# WHAT IS EXPECTED
In the entries that follow, find the line containing "ending at tEnd."; from there, copy every line exactly through the line containing "exactly tEnd. Zero".

Source records
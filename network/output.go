package network

import "math"

// OutputTimes returns the output grid for a simulation ending at tEnd.
// Linear spacing gives Points equally spaced times from 0 to tEnd; log
// spacing gives 0 followed by Points logarithmically spaced times from
// First (default tEnd·1e-6) to tEnd. The last time is exactly tEnd. Zero
// fields of o take their defaults (200 points, linear).
func OutputTimes(tEnd float64, o Output) []float64 {
	pts := o.Points
	if pts <= 0 {
		pts = DefaultPoints
	}
	if pts < 2 {
		pts = 2
	}
	if o.Spacing == "log" && tEnd > 0 {
		first := o.First
		if first <= 0 || first >= tEnd {
			first = tEnd * 1e-6
		}
		ts := make([]float64, pts+1)
		lo, hi := math.Log(first), math.Log(tEnd)
		for i := 0; i < pts; i++ {
			ts[i+1] = math.Exp(lo + (hi-lo)*float64(i)/float64(pts-1))
		}
		ts[1] = first
		ts[pts] = tEnd
		return ts
	}
	ts := make([]float64, pts)
	for i := range ts {
		ts[i] = tEnd * float64(i) / float64(pts-1)
		if math.IsInf(ts[i], 0) {
			// tEnd·i overflows near the largest float64: divide first
			// (issue 17: t_end 1e308 gave output times of +Inf).
			ts[i] = tEnd * (float64(i) / float64(pts-1))
		}
	}
	ts[pts-1] = tEnd
	return ts
}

# SOLUTION
// OutputTimes returns the output grid for a simulation ending at tEnd.
// Linear spacing gives Points equally spaced times from 0 to tEnd; log
// spacing gives 0 followed by Points logarithmically spaced times from
// First (default tEnd·1e-6) to tEnd. The last time is exactly tEnd. Zero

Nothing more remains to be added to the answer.